Church in ruins, Kilkeeran, Co. Mayo
Co. Mayo |
Churches & Chapels
On the western shore of Lough Carra in County Mayo, a low rectangular outline sits in ordinary pasture, its walls so thoroughly grass-covered that the structure reads more as a slight thickening of the ground than as a building.
It is easy to walk past without registering what you are looking at. A stone field fence, built at some unknown later date, runs directly over the southern wall, treating the ancient masonry as convenient raw material or simply as a convenient line in the landscape.
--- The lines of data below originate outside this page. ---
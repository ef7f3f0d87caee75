/* SPDX-License-Identifier: GPL-3.0-or-later */

/* gnuplot draws only what it is given: geometry is cut into short chords here, fields
 * are put on a raster fine enough that a pixel is about a pixel of the picture. */

#include "output/picture.h"

#include <math.h>
#include <stdio.h>
#include <string.h>

#include "mesh/grid.h"
#include "shared/constants.h"
#include "shared/mem.h"

#define AXES_WIDTH  760.0 /* pixels, the most the axes take */
#define AXES_HEIGHT 600.0
#define AXES_LEAST  230.0
#define MARGIN_LEFT 90.0
#define MARGIN_TOP  50.0
#define MARGIN_LOW  70.0
#define CHORD_ANGLE (PI / 60) /* of a drawn arc */
#define CHORD_SHARE 200.0     /* a straight edge is cut into pieces of extent/this */

double picture_scale(const struct frame *frame)
{
    struct vec2 size = vec2_sub(frame->high, frame->low);
    return fmin(AXES_WIDTH / size.a, AXES_HEIGHT / size.b);
}

struct frame picture_frame(struct vec2 low, struct vec2 high, const char *axis_a,
                           const char *axis_b, int right, int bottom)
{
    struct vec2 size = vec2_sub(high, low);
    double scale = fmin(AXES_WIDTH / size.a, AXES_HEIGHT / size.b);
    double width = fmax(size.a * scale, AXES_LEAST);
    double height = fmax(size.b * scale, AXES_LEAST);
    struct frame frame = {low, high, axis_a, axis_b, 0, 0, 0, 0, 0, 0};
    double all_width = MARGIN_LEFT + width + right;
    double all_height = MARGIN_TOP + height + MARGIN_LOW + bottom;
    frame.width = (int)ceil(all_width);
    frame.height = (int)ceil(all_height);
    frame.left = MARGIN_LEFT / all_width;
    frame.right = (MARGIN_LEFT + width) / all_width;
    frame.bottom = (MARGIN_LOW + bottom) / all_height;
    frame.top = (MARGIN_LOW + bottom + height) / all_height;
    return frame;
}

void picture_axes(struct sink *script, const struct frame *frame, const char *title)
{
    sink_print(script, "set title ");
    plot_quote(script, title);
    sink_print(script, "\nset size ratio -1\n");
    sink_print(script, "set lmargin at screen %.6f\nset rmargin at screen %.6f\n",
               frame->left, frame->right);
    sink_print(script, "set bmargin at screen %.6f\nset tmargin at screen %.6f\n",
               frame->bottom, frame->top);
    sink_print(script, "set xrange [%.9g:%.9g]\nset yrange [%.9g:%.9g]\n",
               frame->low.a * 1e3, frame->high.a * 1e3, frame->low.b * 1e3,
               frame->high.b * 1e3);
    sink_print(script, "set xlabel '%s (mm)'\nset ylabel '%s (mm)'\n", frame->axis_a,
               frame->axis_b);
    sink_print(script, "set tics out nomirror front\nset border lw 1.2\n"
                       "set palette defined (0 '#ffffff', 1 '#5f93c4')\n");
}

enum status raster_init(struct raster *raster, const struct frame *frame, double grain)
{
    struct vec2 size = vec2_sub(frame->high, frame->low);
    *raster = (struct raster){.low = frame->low};
    double scale = fmin(AXES_WIDTH / size.a, AXES_HEIGHT / size.b) / grain;
    raster->na = (int)fmax(2, ceil(size.a * scale));
    raster->nb = (int)fmax(2, ceil(size.b * scale));
    raster->pixel = (struct vec2){size.a / raster->na, size.b / raster->nb};
    raster->values = MEM_NEW((size_t)raster->na * (size_t)raster->nb, double);
    return raster->values ? STATUS_OK : STATUS_MEMORY;
}

static double pixel_a(const struct raster *raster, int i)
{
    return raster->low.a + (i + 0.5) * raster->pixel.a;
}

static double pixel_b(const struct raster *raster, int j)
{
    return raster->low.b + (j + 0.5) * raster->pixel.b;
}

void raster_sample(struct raster *raster, const double *a, int na, const double *b,
                   int nb, const double *values)
{
    for (int j = 0; j < raster->nb; j++) {
        double y = pixel_b(raster, j);
        int q = grid_interval(b, nb, y);
        double t = (y - b[q]) / (b[q + 1] - b[q]);
        for (int i = 0; i < raster->na; i++) {
            double x = pixel_a(raster, i);
            int p = grid_interval(a, na, x);
            double s = (x - a[p]) / (a[p + 1] - a[p]);
            const double *row = &values[(size_t)q * (size_t)na + (size_t)p];
            double low = row[0] + s * (row[1] - row[0]);
            double high = row[na] + s * (row[na + 1] - row[na]);
            raster->values[(size_t)j * (size_t)raster->na + (size_t)i] =
                low + t * (high - low);
        }
    }
}

void raster_scale(struct raster *raster, double factor)
{
    for (size_t k = 0; k < (size_t)raster->na * (size_t)raster->nb; k++)
        raster->values[k] *= factor;
}

static void cover_span(struct raster *raster, int j, struct span span)
{
    double first = ceil((span.low - raster->low.a) / raster->pixel.a - 0.5);
    double last = floor((span.high - raster->low.a) / raster->pixel.a - 0.5);
    first = fmax(first, 0);
    last = fmin(last, raster->na - 1);
    for (int i = (int)first; i <= (int)last; i++)
        raster->values[(size_t)j * (size_t)raster->na + (size_t)i] = 1;
}

static enum status cover_row(struct raster *raster, const struct shape *shape, int j,
                             struct span **spans, size_t *capacity)
{
    size_t count;
    enum status status = shape_spans(shape, 0, pixel_b(raster, j),
                                     1e-9 * raster->pixel.b, spans, capacity, &count);
    for (size_t k = 0; !status && k < count; k++)
        cover_span(raster, j, (*spans)[k]);
    return status;
}

/* Conductors that a filled polygon would not show. */
static bool has_cuts(const struct part *part)
{
    return part_is_conductor(part) && part->shape.count > 1;
}

bool picture_needs_cover(const struct plane *plane)
{
    for (size_t k = 0; k < plane->part_count; k++)
        if (has_cuts(&plane->parts[k]))
            return true;
    return false;
}

enum status raster_cover(struct raster *raster, const struct plane *plane)
{
    struct span *spans = NULL;
    size_t capacity = 0;
    enum status status = STATUS_OK;
    for (size_t k = 0; k < plane->part_count; k++)
        for (int j = 0; !status && has_cuts(&plane->parts[k]) && j < raster->nb; j++)
            status = cover_row(raster, &plane->parts[k].shape, j, &spans, &capacity);
    mem_free(spans);
    return status;
}

void raster_print(struct sink *script, const struct raster *raster, const char *name)
{
    sink_print(script, "$%s << EOD\n", name);
    for (int j = 0; j < raster->nb; j++) {
        for (int i = 0; i < raster->na; i++)
            sink_print(script, " %.7g",
                       raster->values[(size_t)j * (size_t)raster->na + (size_t)i]);
        sink_print(script, "\n");
    }
    sink_print(script, "EOD\n");
}

void raster_using(struct sink *script, const struct raster *raster, const char *name)
{
    sink_print(script, "$%s matrix using (%.9g+%.9g*$1):(%.9g+%.9g*$2)", name,
               pixel_a(raster, 0) * 1e3, raster->pixel.a * 1e3,
               pixel_b(raster, 0) * 1e3, raster->pixel.b * 1e3);
}

void raster_source(struct sink *script, const struct raster *raster, int coordinates)
{
    sink_print(script,
               "'" PLOT_DATA "' binary array=(%d,%d) format='%%float' "
               "origin=(%.9g,%.9g%s) dx=%.9g dy=%.9g",
               raster->na, raster->nb, pixel_a(raster, 0) * 1e3,
               pixel_b(raster, 0) * 1e3, coordinates > 2 ? ",0" : "",
               raster->pixel.a * 1e3, raster->pixel.b * 1e3);
}

void raster_free(struct raster *raster)
{
    mem_free(raster->values);
    *raster = (struct raster){0};
}

static struct vec2 edge_point(const struct edge *edge, double t)
{
    if (edge->radius == 0)
        return vec2_add(edge->start, vec2_scale(vec2_sub(edge->end, edge->start), t));
    struct vec2 arm = vec2_sub(edge->start, edge->centre);
    double c = cos(t * edge->sweep), s = sin(t * edge->sweep);
    struct vec2 turned = {c * arm.a - s * arm.b, s * arm.a + c * arm.b};
    return vec2_add(edge->centre, turned);
}

/* Cuts an edge into chords and prints those that are part of the surface: pieces of a
 * body inside a cut, or of a cut outside the body, are not in the shape. */
static void print_edge(struct sink *script, const struct shape *shape,
                       const struct edge *edge, double extent)
{
    int count = 1;
    if (edge->radius > 0)
        count = (int)ceil(fabs(edge->sweep) / CHORD_ANGLE);
    else if (shape->count > 1)
        count = 1 + (int)(CHORD_SHARE * vec2_length(vec2_sub(edge->end, edge->start)) /
                          extent);
    bool open = false;
    for (int k = 0; k < count; k++) {
        struct vec2 middle = edge_point(edge, (k + 0.5) / count);
        bool shown = shape_contains(shape, middle, 1e-9 * extent);
        struct vec2 from = edge_point(edge, (double)k / count);
        struct vec2 to = edge_point(edge, (k + 1.0) / count);
        if (shown && !open)
            sink_print(script, "%.9g %.9g\n", from.a * 1e3, from.b * 1e3);
        if (shown)
            sink_print(script, "%.9g %.9g\n", to.a * 1e3, to.b * 1e3);
        if (!shown && open)
            sink_print(script, "\n");
        open = shown;
    }
    sink_print(script, "\n");
}

/* The body of a part as one closed polygon. */
static void print_solid(struct sink *script, const struct shape *shape)
{
    const struct outline *body = &shape->outlines[0];
    for (size_t e = 0; e < body->count; e++) {
        const struct edge *edge = &body->edges[e];
        int count = edge->radius > 0 ? (int)ceil(fabs(edge->sweep) / CHORD_ANGLE) : 1;
        for (int k = 0; k < count; k++) {
            struct vec2 at = edge_point(edge, (double)k / count);
            sink_print(script, "%.9g %.9g\n", at.a * 1e3, at.b * 1e3);
        }
    }
    sink_print(script, "\n");
}

/* Insulators are left clear: the field goes on inside them. */
static void print_solids(struct sink *script, const struct plane *plane)
{
    sink_print(script, "$solids << EOD\n%.9g %.9g\n\n", plane->low.a * 1e3,
               plane->low.b * 1e3);
    for (size_t k = 0; k < plane->part_count; k++)
        if (part_is_conductor(&plane->parts[k]) && !has_cuts(&plane->parts[k]))
            print_solid(script, &plane->parts[k].shape);
    sink_print(script, "EOD\n");
}

void picture_outlines(struct sink *script, const struct plane *plane)
{
    double extent = vec2_length(vec2_sub(plane->high, plane->low));
    sink_print(script, "$outlines << EOD\n%.9g %.9g\n\n", plane->low.a * 1e3,
               plane->low.b * 1e3);
    for (size_t k = 0; k < plane->part_count; k++) {
        const struct shape *shape = &plane->parts[k].shape;
        for (size_t o = 0; o < shape->count; o++)
            for (size_t e = 0; e < shape->outlines[o].count; e++)
                print_edge(script, shape, &shape->outlines[o].edges[e], extent);
    }
    sink_print(script, "EOD\n");
    print_solids(script, plane);
}

void picture_shorten(char *text, size_t most)
{
    size_t count = 0;
    char *cut = NULL;
    for (char *byte = text; *byte; byte++) {
        if (((unsigned char)*byte & 0xC0) == 0x80)
            continue; /* inside a letter */
        if (count++ == most - 3)
            cut = byte;
    }
    if (cut != NULL && count > most)
        memcpy(cut, "...", sizeof "...");
}

double picture_step(double span, int most)
{
    if (!(span > 0) || !isfinite(span))
        return 1;
    double least = span / most;
    double power = pow(10, floor(log10(least)));
    static const double factors[] = {1, 2, 5, 10};
    for (int k = 0; k < 4; k++)
        if (factors[k] * power >= least * (1 - 1e-9))
            return factors[k] * power;
    return 10 * power;
}

void picture_levels(struct sink *script, const struct raster *raster, double low,
                    double high, double step)
{
    sink_print(script,
               "set contour base\nunset surface\n"
               "set cntrparam levels incremental %.9g,%.9g,%.9g\nset table $levels\n"
               "splot ",
               ceil(low / step) * step, step, high);
    raster_source(script, raster, 3);
    sink_print(script, " notitle\nunset table\nunset contour\nset surface\n");
}
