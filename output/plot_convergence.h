/* SPDX-License-Identifier: GPL-3.0-or-later */
#ifndef EVENGAP_OUTPUT_PLOT_CONVERGENCE_H
#define EVENGAP_OUTPUT_PLOT_CONVERGENCE_H

/* convergence.svg: how the main figures settle as the grids of the family get finer. */

#include <stdbool.h>

#include "output/folder.h"
#include "solver/result.h"

enum { CONVERGENCE_MOST = 8 };

/** The figures to show, at most CONVERGENCE_MOST: those that limits refer to, then speeds,
 *  effective lengths, the highest surface field, centre fields and a capacitance; one of
 *  each kind. Left out is what is missing or the same on all grids within 1e-10 of its
 *  size. Returns their number. */
size_t convergence_choose(const struct result *result,
                          const struct figure *chosen[CONVERGENCE_MOST]);

/** The size a figure is compared with: its scale, or where that is 0 its value, or its
 *  largest value on a grid. */
double convergence_size(const struct figure *figure);

/** Distance of the value on grid k of the figure from its final value, over its size. */
double convergence_departure(const struct figure *figure, int k);

/** Departures over the relative line spacing, both axes logarithmic, one line per figure,
 *  a thin line of slope 2, and the uncertainty of each at the left; dashed where the grids
 *  do not converge. Nothing is drawn if there is no such figure. Errors as plot_end. */
enum status plot_convergence(struct folder *folder, const struct result *result,
                             bool *drawn, struct messages *messages) MUST_CHECK;

#endif
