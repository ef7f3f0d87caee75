/* SPDX-License-Identifier: GPL-3.0-or-later */

/* Plain HTML without scripts. Text from the geometry file goes through one escaping
 * function; pictures are embedded as base64, so that the identifiers inside one picture
 * cannot clash with those of another. */

#include "output/report.h"

#include <errno.h>
#include <stdio.h>
#include <string.h>

#include "output/number.h"
#include "output/words.h"
#include "shared/mem.h"

static const char style[] =
    "body{font-family:sans-serif;max-width:70em;margin:2em auto;padding:0 1em;"
    "color:#111;background:#fff}"
    "table{border-collapse:collapse}"
    "td,th{border:1px solid #999;padding:.25em .6em;text-align:left;"
    "vertical-align:top}"
    "td.n{text-align:right;white-space:nowrap}"
    ".verdict{font-size:1.2em;border:2px solid #111;padding:.5em 1em}"
    "img{max-width:100%;height:auto;border:1px solid #ccc}";

static void print_text(struct sink *sink, const char *text)
{
    for (; text && *text; text++) {
        switch (*text) {
        case '<':
            sink_print(sink, "&lt;");
            break;
        case '>':
            sink_print(sink, "&gt;");
            break;
        case '&':
            sink_print(sink, "&amp;");
            break;
        case '"':
            sink_print(sink, "&quot;");
            break;
        default:
            sink_print(sink, "%c", *text);
        }
    }
}

static void print_element(struct sink *sink, const char *tag, const char *text)
{
    sink_print(sink, "<%s>", tag);
    print_text(sink, text);
    sink_print(sink, "</%s>", tag);
}

static void print_limits(struct sink *sink, const struct verdict *verdict)
{
    sink_print(sink, "<table>\n<tr><th>limit</th><th>asked</th><th>found</th>"
                     "<th>met</th><th>why</th></tr>\n");
    for (size_t k = 0; k < verdict->count; k++) {
        const struct verdict_item *item = &verdict->items[k];
        const struct limit_rule *rule = geometry_limit_rule(item->limit);
        char allowed[NUMBER_TEXT], found[NUMBER_TEXT] = "not known";
        number_quantity(item->allowed, 0, rule->unit, allowed, sizeof allowed);
        if (item->judged)
            number_quantity(item->value, item->uncertainty, rule->unit, found,
                            sizeof found);
        sink_print(sink,
                   "<tr><td>%s</td><td>%s %s</td><td class=\"n\">%s</td>"
                   "<td>%s</td>",
                   words_limit(item->limit), rule->at_least ? "at least" : "at most",
                   allowed, found, item->met ? "yes" : "<b>NO</b>");
        print_element(sink, "td", item->reason);
        sink_print(sink, "</tr>\n");
    }
    sink_print(sink, "</table>\n");
}

static void print_planes(struct sink *sink, unsigned planes)
{
    const char *gap = "";
    sink_print(sink, "<td>");
    for (unsigned k = 0; k < PLANE_KINDS; k++) {
        if (!(planes & (1U << k)))
            continue;
        sink_print(sink, "%s%s", gap, plane_kind_key((enum plane_kind)k));
        gap = ", ";
    }
    sink_print(sink, "</td>");
}

static void print_figure(struct sink *sink, const struct figure *figure)
{
    char value[NUMBER_TEXT] = "missing";
    if (figure->state != FIGURE_MISSING)
        number_quantity(figure->value, figure->uncertainty, figure->unit, value,
                        sizeof value);
    sink_print(sink, "<tr><td>");
    print_text(sink, figure->title);
    if (figure->subject) {
        sink_print(sink, ", ");
        print_text(sink, figure->subject);
    }
    sink_print(sink, "</td><td class=\"n\">%s%s</td>", value,
               figure->state == FIGURE_UNSETTLED ? " unsettled" : "");
    print_planes(sink, figure->planes);
    print_element(sink, "td", figure->note);
    sink_print(sink, "</tr>\n");
}

static bool has_group(const struct figures *figures, int group)
{
    for (size_t k = 0; k < figures->count; k++)
        if ((int)figures->items[k].group == group)
            return true;
    return false;
}

static void print_figures(struct sink *sink, const struct figures *figures)
{
    for (int group = 0; group < FIGURE_GROUPS; group++) {
        if (!has_group(figures, group))
            continue;
        print_element(sink, "h2", words_group((enum figure_group)group));
        sink_print(sink, "\n<table>\n<tr><th>figure</th><th>value</th>"
                         "<th>planes</th><th>note</th></tr>\n");
        for (size_t k = 0; k < figures->count; k++)
            if ((int)figures->items[k].group == group &&
                !words_is_zero_term(&figures->items[k]))
                print_figure(sink, &figures->items[k]);
        sink_print(sink, "</table>\n");
    }
}

/* Three bytes become four letters; a short last group is padded with '='. */
static void print_base64(struct sink *sink, const unsigned char *bytes, size_t count)
{
    static const char letters[] =
        "ABCDEFGHIJKLMNOPQRSTUVWXYZabcdefghijklmnopqrstuvwxyz0123456789+/";
    for (size_t k = 0; k < count; k += 3) {
        unsigned group = (unsigned)bytes[k] << 16;
        if (k + 1 < count)
            group |= (unsigned)bytes[k + 1] << 8;
        if (k + 2 < count)
            group |= bytes[k + 2];
        char four[4] = {letters[group >> 18], letters[group >> 12 & 63],
                        k + 1 < count ? letters[group >> 6 & 63] : '=',
                        k + 2 < count ? letters[group & 63] : '='};
        sink_bytes(sink, four, sizeof four);
    }
}

static enum status print_file(struct sink *sink, FILE *file, const char *path,
                              struct messages *messages)
{
    enum { CHUNK = 3 * 4096 }; /* a multiple of 3: only the last one is padded */
    unsigned char *bytes = MEM_NEW(CHUNK, unsigned char);
    if (!bytes)
        return STATUS_MEMORY;
    size_t count;
    while ((count = fread(bytes, 1, CHUNK, file)))
        print_base64(sink, bytes, count);
    mem_free(bytes);
    if (!ferror(file))
        return STATUS_OK;
    messages_add(messages, SEVERITY_ERROR, (struct place){0, 0}, "cannot read %s",
                 path);
    return STATUS_WRITE;
}

static enum status print_picture(struct sink *sink, const struct folder *folder,
                                 const char *name, struct messages *messages)
{
    char *path = folder_path(folder, name);
    if (!path)
        return STATUS_MEMORY;
    enum status status = STATUS_WRITE;
    FILE *file = fopen(path, "rb");
    if (file) {
        sink_print(sink, "<p><img alt=\"%s\" src=\"data:image/svg+xml;base64,", name);
        status = print_file(sink, file, path, messages);
        sink_print(sink, "\"></p>\n");
        (void)fclose(file);
    } else {
        messages_add(messages, SEVERITY_ERROR, (struct place){0, 0},
                     "cannot read %s: %s", path, strerror(errno));
    }
    mem_free(path);
    return status;
}

static bool is_picture(const char *name)
{
    size_t length = strlen(name);
    return length > 4 && strcmp(name + length - 4, ".svg") == 0;
}

static enum status print_pictures(struct sink *sink, const struct folder *folder,
                                  struct messages *messages)
{
    static const char *const first[] = {"path.svg", "ratio_map.svg"};
    enum status status = STATUS_OK;
    for (size_t f = 0; f < 2; f++)
        for (size_t k = 0; !status && k < folder->count; k++)
            if (strcmp(folder->names[k], first[f]) == 0)
                status = print_picture(sink, folder, first[f], messages);
    for (size_t k = 0; !status && k < folder->count; k++)
        if (is_picture(folder->names[k]) && strcmp(folder->names[k], first[0]) != 0 &&
            strcmp(folder->names[k], first[1]) != 0)
            status = print_picture(sink, folder, folder->names[k], messages);
    return status;
}

static void print_trust(struct sink *sink, const struct result *result)
{
    sink_print(sink,
               "<h2>What solving in two dimensions takes for granted</h2>\n<ul>\n");
    for (int k = 0; k < PLANE_KINDS; k++)
        if (result->planes[k].present)
            sink_print(sink, "<li>%s: %s.</li>\n", plane_kind_key((enum plane_kind)k),
                       words_assumption((enum plane_kind)k));
    sink_print(sink, "</ul>\n<h2>Cautions</h2>\n<ul>\n");
    for (size_t k = 0; words_caution(k); k++)
        sink_print(sink, "<li>%s</li>\n", words_caution(k));
    sink_print(sink, "</ul>\n");
}

static void print_head(struct sink *sink, const struct result *result)
{
    const char *title = result->geometry->title;
    char line[256];
    words_verdict(&result->verdict, line, sizeof line);
    sink_print(sink, "<!DOCTYPE html>\n<html lang=\"en\">\n<head>\n"
                     "<meta charset=\"utf-8\">\n");
    print_element(sink, "title", title ? title : "evengap");
    sink_print(sink, "\n<style>%s</style>\n</head>\n<body>\n", style);
    print_element(sink, "h1", title ? title : "(untitled)");
    sink_print(sink, "\n<p class=\"verdict\">Verdict: %s</p>\n", line);
    if (result->verdict.count)
        print_limits(sink, &result->verdict);
    sink_print(sink, "<p>Geometry file ");
    print_text(sink, words_base_name(result->geometry->path));
    sink_print(sink,
               ", evengap %s. x along the electric field, y from pole to pole, z "
               "along the beam. 1.234(5) means 1.234 with an uncertainty of "
               "0.005.</p>\n",
               EVENGAP_VERSION);
}

enum status report_write(struct folder *folder, const struct result *result,
                         struct messages *messages)
{
    struct sink sink = {0};
    enum status status = folder_open(folder, "report.html", &sink, messages);
    if (status)
        return status;
    print_head(&sink, result);
    status = print_pictures(&sink, folder, messages);
    print_figures(&sink, &result->figures);
    print_trust(&sink, result);
    sink_print(&sink, "</body>\n</html>\n");
    if (!status)
        status = sink_close(&sink, messages);
    sink_drop(&sink);
    return status;
}
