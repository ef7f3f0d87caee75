/* SPDX-License-Identifier: GPL-3.0-or-later */

/* A matrix is symmetric: only its lower half is shown, in blocks of columns that fit the
 * sheet. */

#include "output/sheet_conductors.h"

#include <stdio.h>
#include <string.h>

#include "output/number.h"
#include "output/sheet_layout.h"
#include "solver/figures_conductor.h"

enum { NAME_COLUMN = 22, CELL_COLUMN = 20, BLOCK = 3, NAME_TEXT = 120 };

static bool is_force(const struct figure *figure)
{
    return figure->group == FIGURE_HARDWARE &&
           strncmp(figure->name, "force_", strlen("force_")) == 0;
}

static bool is_matrix(const struct figure *figure)
{
    return strcmp(figure->name, "capacitance_matrix") == 0;
}

bool sheet_is_conductor_figure(const struct figure *figure)
{
    return is_force(figure) || (is_matrix(figure) && figure->state != FIGURE_MISSING);
}

static void write_cell(struct sink *sink, const struct figure *figure)
{
    char value[NUMBER_TEXT] = "-", text[2 * NUMBER_TEXT];
    if (figure->state != FIGURE_MISSING)
        number_quantity(figure->value, figure->uncertainty, figure->unit, value,
                        sizeof value);
    (void)snprintf(text, sizeof text, "%s%s", value,
                   figure->state == FIGURE_UNSETTLED ? " unsettled" : "");
    sink_print(sink, " %-*s", CELL_COLUMN - 1, text);
}

/* Indented name in a column of its own; a long one takes a line of its own. */
static void write_name(struct sink *sink, const char *name)
{
    if (strlen(name) < NAME_COLUMN)
        sink_print(sink, "    %-*s", NAME_COLUMN, name);
    else
        sink_print(sink, "    %s\n%*s", name, NAME_COLUMN + 4, "");
}

static bool same_subject(const struct figure *p, const struct figure *q)
{
    return p->planes == q->planes && p->subject && q->subject &&
           strcmp(p->subject, q->subject) == 0;
}

/* Forces of the conductor whose first one is figure k; returns the index after them. */
static size_t write_force(struct sink *sink, const struct figures *figures, size_t k)
{
    const struct figure *first = &figures->items[k];
    const char *note = NULL;
    write_name(sink, first->subject ? first->subject : "");
    for (; k < figures->count && is_force(&figures->items[k]) &&
           same_subject(first, &figures->items[k]);
         k++) {
        write_cell(sink, &figures->items[k]);
        if (figures->items[k].note != NULL &&
            (note == NULL || figures->items[k].state == FIGURE_MISSING))
            note = figures->items[k].note;
    }
    sink_print(sink, "\n");
    if (note != NULL)
        sheet_wrap(sink, SHEET_NOTE_INDENT, note);
    return k;
}

static size_t first_force(const struct figures *figures, enum plane_kind kind)
{
    size_t k = 0;
    while (k < figures->count && !(is_force(&figures->items[k]) &&
                                   figures->items[k].planes == 1U << (unsigned)kind))
        k++;
    return k;
}

static void write_forces(struct sink *sink, const struct figures *figures,
                         enum plane_kind kind)
{
    const unsigned planes = 1U << (unsigned)kind;
    size_t k = first_force(figures, kind);
    if (k == figures->count)
        return;
    const struct figure *first = &figures->items[k];
    sink_print(sink, "  %-*s", NAME_COLUMN + 2, plane_kind_key(kind));
    for (size_t n = k; n < figures->count && same_subject(first, &figures->items[n]) &&
                       is_force(&figures->items[n]);
         n++) {
        char title[CELL_COLUMN];
        (void)snprintf(title, sizeof title, "force along %s",
                       figures->items[n].name + strlen("force_"));
        sink_print(sink, " %-*s", CELL_COLUMN - 1, title);
    }
    sink_print(sink, "\n");
    while (k < figures->count && is_force(&figures->items[k]) &&
           figures->items[k].planes == planes)
        k = write_force(sink, figures, k);
}

static void write_block(struct sink *sink, const struct matrix_view *view, size_t from)
{
    const size_t to = from + BLOCK < view->count ? from + BLOCK : view->count;
    char name[NAME_TEXT], row[NAME_TEXT + 24];
    sink_print(sink, "    %-*s", NAME_COLUMN, "");
    for (size_t j = from; j < to; j++)
        sink_print(sink, " %-*zu", CELL_COLUMN - 1, j + 1);
    sink_print(sink, "\n");
    for (size_t i = from; i < view->count; i++) {
        matrix_name(view, i, name, sizeof name);
        (void)snprintf(row, sizeof row, "%zu %s", i + 1, name);
        write_name(sink, row);
        for (size_t j = from; j < to && j <= i; j++)
            write_cell(sink, matrix_entry(view, i, j));
        sink_print(sink, "\n");
    }
}

static void write_matrix(struct sink *sink, const struct figures *figures,
                         enum plane_kind kind)
{
    struct matrix_view view;
    if (!matrix_find(figures, kind, &view))
        return;
    sink_print(sink,
               "  %s, capacitance matrix: charge of one conductor per volt on "
               "another,\n  all else earthed\n",
               plane_kind_key(kind));
    for (size_t from = 0; from < view.count; from += BLOCK)
        write_block(sink, &view, from);
}

void sheet_conductors(struct sink *sink, const struct figures *figures)
{
    for (int k = 0; k < PLANE_KINDS; k++)
        write_forces(sink, figures, (enum plane_kind)k);
    for (int k = 0; k < PLANE_KINDS; k++)
        write_matrix(sink, figures, (enum plane_kind)k);
}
The foundations measure roughly 14.8 metres long and 7.7 metres wide, the proportions of a small, unenclosed church. A second church site lies approximately 200 metres to the southwest, suggesting this part of the Lough Carra shoreline once supported more ecclesiastical activity than the quiet grazing land now implies. Lough Carra itself is a shallow limestone lake, its clarity and pale marl bed giving it a distinctive milky appearance quite unlike the darker lakes of Connacht, and the gentle east-facing slope on which these ruins sit would have offered any early community both light and a view across the water. The site is recorded in a 1994 archaeological survey of the Ballinrobe district compiled by D. Lavelle, which places it within a broader pattern of early Christian and medieval remains scattered around the lake's margins.